Parameter Definitions


Parameters inherited from:

holoviews.plotting.plot.DimensionedPlot: fontscale, show_title, normalize, projection

holoviews.plotting.plot.GenericElementPlot: apply_ranges, apply_extents, bgcolor, default_span, hooks, invert_axes, invert_xaxis, invert_yaxis, logx, logy, show_legend, show_grid, xaxis, yaxis, xlabel, ylabel, xlim, ylim, zlim, xrotation, yrotation

holoviews.plotting.bokeh.plot.BokehPlot: title, shared_datasource, title_format

holoviews.plotting.bokeh.element.ElementPlot: fontsize, xticks, yticks, toolbar, width, height, active_tools, align, apply_hard_bounds, autorange, border, aspect, backend_opts, data_aspect, frame_width, frame_height, min_width, min_height, max_width, max_height, margin, multi_y, scalebar, scalebar_range, scalebar_unit, scalebar_location, scalebar_label, scalebar_tool, scalebar_opts, subcoordinate_y, subcoordinate_scale, responsive, gridstyle, labelled, lod, show_frame, shared_axes, default_tools, tools, hover_tooltips, hover_formatters, hover_mode, xformatter, yformatter

holoviews.plotting.bokeh.element.ColorbarPlot: color_levels, cformatter, clabel, clim, clim_percentile, cnorm, colorbar, colorbar_position, colorbar_opts, clipping_colors, cticks, logz, rescale_discrete_levels, symmetric

padding = ClassSelector(class_=(<class 'int'>, <class 'float'>, <class 'tuple'>), default=0.05, label='Padding')

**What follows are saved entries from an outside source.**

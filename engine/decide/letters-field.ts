import type { Budget } from '../arith/budget';
import { canonicalRules } from '../derive/canonical-rules';
import { derivation } from '../derive/derivation';
import { compareCanonicalWords, factoredAtoms, type FactoredAtom } from '../derive/factored-atoms';
import { letterElement } from '../expression/element';
import type { Expression } from '../expression/expression';
import type { FieldName } from '../expression/field-name';
import type { Condition } from '../expression/statement';
import { degreesOf } from '../ring/degrees';
import { evaluate } from '../ring/evaluate';
import { characteristicClass } from '../ring/sign-ring';
import { wordRing, type Words } from '../ring/word-ring';
import { total } from '../ring/write-word';
import type { DecidableField } from './decidable-field';
import { sideConditionsOf } from './letters-conditions';
import { constantForm } from './letters-constant';
import { characteristicOf, lettersReader, type LetterEntry } from './letters-reading';
import { readStatement } from './letters-statement';
import { wordFindings, writeWord, writeWords } from './letters-words';
import type { NormalizedDegree } from './outcome';

const THEOREM =
  'Canonical words in independent letters are a basis, over every field at once: residues along each letter in turn are split exact ' +
  '(F. Morel, A¹-Algebraic Topology over a Field, LNM 2052, Theorem 3.24, number from memory).';

/**
 * `any`: an unspecified field whose units are the letters. An equality holds for every field and all values for which its entries
 * are units iff it holds over ℚ(letters), for values are reached by specialisation along a regular local ring of ℤ[letters]
 * (F. Morel, LNM 2052, ch. 3); under `char = p` iff it holds over 𝔽_p(letters). Entries that are ± products of letters are decided by
 * canonical words; without letters the field is ℚ or 𝔽_p, which `concrete` gives. Other entries are refused as `not-yet`.
 */
export function lettersField(concrete: (name: FieldName, budget: Budget) => DecidableField): DecidableField {
  const open = (expressions: readonly Expression[], conditions: readonly Condition[], budget: Budget) => {
    const characteristic = characteristicOf(conditions, budget);
    return { characteristic, ...readStatement(expressions, characteristic, conditions, budget) };
  };
  /** The canonical form of an expression without letters: that over ℚ, or that over 𝔽_p as it stands among letters. */
  const constantForms = (
    characteristic: bigint,
    expression: Expression,
    budget: Budget,
  ): readonly NormalizedDegree[] => {
    const parts = constants(characteristic, budget).normalForm(expression, [], budget);
    if (characteristic === 0n) return parts;
    return parts.map((part) => ({ ...part, normalForm: constantForm(part.normalForm, characteristic) }));
  };
  /** The part without letters is written as it is when it stands alone, so that it has one form whatever else is in sight. */
  const withConstant = (
    statement: ReturnType<typeof open>,
    degree: number,
    words: Words,
    budget: Budget,
  ): Expression => {
    const constant = words.get(0n);
    if (statement.characteristic === 0n || constant === undefined) return writeWords(statement.letters, degree, words);
    const rest = new Map([...words].filter(([mask]) => mask !== 0n));
    const written = constantForms(statement.characteristic, total(writeWord([], degree, 0n, constant)), budget);
    return total([...written.map(({ normalForm }) => normalForm), writeWords(statement.letters, degree, rest)]);
  };
  const constants = (characteristic: bigint, budget: Budget): DecidableField =>
    concrete(characteristic === 0n ? { kind: 'rationals' } : { kind: 'finite', order: characteristic }, budget);

  return {
    name: 'any',
    tex: 'F',
    decide(left, right, conditions, budget) {
      const statement = open([left, right], conditions, budget);
      if (statement.letters.length === 0) {
        const [l, r] = [statement.constant(left), statement.constant(right)];
        const decision = constants(statement.characteristic, budget).decide(l, r, [], budget);
        const over = statement.characteristic === 0n ? 'Q' : `F_${statement.characteristic}`;
        return {
          ...decision,
          theorem: `It holds over every such field iff it holds over ${over}. ${decision.theorem}`,
        };
      }
      const char = characteristicClass(statement.characteristic);
      const ring = wordRing(char, budget);
      const [l = [], r = []] = statement.sides;
      const [lv, rv] = [evaluate(l, ring, budget), evaluate(r, ring, budget)];
      const findings = degreesOf([...l, ...r]).flatMap((degree) =>
        wordFindings(char, statement.letters, degree, lv.get(degree), rv.get(degree)),
      );
      return { findings, theorem: THEOREM };
    },
    normalForm(expression, conditions, budget) {
      const statement = open([expression], conditions, budget);
      if (statement.letters.length === 0)
        return constantForms(statement.characteristic, statement.constant(expression), budget);
      const ring = wordRing(characteristicClass(statement.characteristic), budget);
      const value = evaluate(statement.sides[0] ?? [], ring, budget);
      return [...value]
        .sort(([a], [b]) => b - a)
        .map(([degree, words]) => ({
          degree,
          normalForm: withConstant(statement, degree, words, budget),
          canonical: true,
        }));
    },
    derivation(expression, form, conditions, budget) {
      const { letters, characteristic, constant } = open([expression], conditions, budget);
      if (letters.length === 0)
        return constants(characteristic, budget).derivation(constant(expression), form, [], budget);
      const atoms = factoredAtoms(letters.map((name) => letterElement(name)));
      const read = lettersReader(characteristic, conditions, budget);
      return derivation<FactoredAtom>(
        expression,
        form,
        () => ({
          atoms,
          rules: canonicalRules(atoms),
          read: (entry) => atomOf(read(entry), letters),
          compareWords: compareCanonicalWords,
          conclusion: `the coefficients of −1 in characteristic ${characteristic}`,
        }),
        budget,
      );
    },
    sideConditions: sideConditionsOf,
  };
}

/** An entry that has been read as ± a product of letters, as an atom of derivations. */
function atomOf(entry: LetterEntry, letters: readonly string[]): FactoredAtom {
  if (entry.kind !== 'signed') throw new RangeError('not a product of letters');
  const powers = [...entry.exponents].map(([name, e]) => [letters.indexOf(name), e] as const);
  return { negative: entry.negative, powers: powers.sort(([a], [b]) => a - b) };
}
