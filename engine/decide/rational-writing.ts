import type { Budget } from '../arith/budget';
import { integerElement } from '../expression/element';
import { exponentMap } from '../place/rational-entry';
import { see } from '../place/sight';
import type { Visited } from '../place/theta-ring';
import { mappedRing } from '../ring/mapped-ring';
import { residueRing } from '../ring/residue-ring';
import { wordRing, type Monomial, type Words } from '../ring/word-ring';
import { isZero, minusOneElement } from '../ring/write-word';
import { spelled, writeWords } from './number-writing';
import type { NormalizedDegree } from './outcome';
import type { RationalClasses } from './rational-classes';
import { rationalNormalForm } from './rational-normal-form';

/** With larger numbers in it a class is not brought into canonical form, which would take numbers of their size apart. */
const LARGE = 1n << 128n;

/**
 * A side of what is compared over ℚ as it is shown: its canonical form, or, where large numbers are in it, canonical words in a coprime base of
 * its entries, which are the same element and need not be the shortest.
 */
export function writtenOverRationals<A, B extends Visited>(
  classes: RationalClasses<A, B>,
  side: number,
  budget: Budget,
): readonly NormalizedDegree[] {
  const base = see(classes.entries, 'none', budget);
  if (base.every(({ value }) => value < LARGE)) return rationalNormalForm(classes, side, budget);
  const monomial = (unit: B): Monomial => {
    const entry = classes.rational(unit);
    return {
      negative: entry.negative,
      exponents: new Map([...exponentMap(entry)].map(([i, e]) => [i, BigInt(e)])),
    };
  };
  const ring = mappedRing(wordRing('zero', budget), monomial);
  const image = classes.image(classes.sides[side] ?? [], residueRing<B, Words>(ring, classes.minusOne), budget);
  const generators = [minusOneElement, ...base.map(({ value }) => integerElement(value))];
  return [...image]
    .sort(([a], [b]) => b - a)
    .map(([degree, words]) => ({
      degree,
      normalForm: writeWords(spelled(words, degree, generators), (a) => a),
      canonical: false,
    }))
    .filter(({ normalForm }) => !isZero(normalForm));
}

Fraction by which to increase auto-ranged extents to make datapoints more visible around borders. To compute padding, the axis whose screen size is largest is chosen, and the range of that axis is increased by the specified fraction along each axis. Other axes are then padded ensuring that the amount of screen space devoted to padding is equal for all axes. If specified as a tuple, the int or float values in the tuple will be used for padding in each axis, in order (x,y or x,y,z). For example, for padding=0.2 on a 800x800-pixel plot, an x-axis with the range [0,10] will be padded by 20% to be [-1,11], while a y-axis with a range [0,1000] will be padded to be [-100,1100], which should make the padding be approximately the same number of pixels. But if the same plot is changed to have a height of only 200, the y-range will then be [-400,1400] so that the y-axis padding will still match that of the x-axis. It is also possible to declare non-equal padding value for the lower and upper bound of an axis by supplying nested tuples, e.g. padding=(0.1, (0, 0.1)) will pad the x-axis lower and upper bound as well as the y-axis upper bound by a fraction of 0.1 while the y-axis lower bound is not padded at all.

arrow_heads = Boolean(default=True, label='Arrow heads')

Whether or not to draw arrow heads.

magnitude = ClassSelector(allow_None=True, class_=(<class 'str'>, <class 'holoviews.util.transform.dim'>), label='Magnitude')

Dimension or dimension value transform that declares the magnitude of each vector. Magnitude is expected to be scaled between 0-1, by default the magnitudes are rescaled relative to the minimum distance between vectors, this can be disabled with the rescale_lengths option.

pivot = Selector(default='mid', label='Pivot', names={}, objects=['mid', 'tip', 'tail'])

The point around which the arrows should pivot valid options include ‘mid’, ‘tip’ and ‘tail’.

rescale_lengths = Boolean(default=True, label='Rescale lengths')

Whether the lengths will be rescaled to take into account the smallest non-zero distance between two vectors.

color_index = ClassSelector(allow_None=True, class_=(<class 'str'>, <class 'int'>), label='Color index')

Deprecated in favor of dimension value transform on color option, e.g. color=dim(‘Magnitude’).

size_index = ClassSelector(allow_None=True, class_=(<class 'str'>, <class 'int'>), label='Size index')

Deprecated in favor of the magnitude option, e.g. magnitude=dim(‘Magnitude’).

normalize_lengths = Boolean(default=True, label='Normalize lengths')

Deprecated in favor of rescaling length using dimension value transforms using the magnitude option, e.g. dim(‘Magnitude’).norm().

get_data(element, ranges, style)[source]#

Returns the data from an element in the appropriate format for initializing or updating a ColumnDataSource and a dictionary which maps the expected keywords arguments of a glyph to the column in the datasource.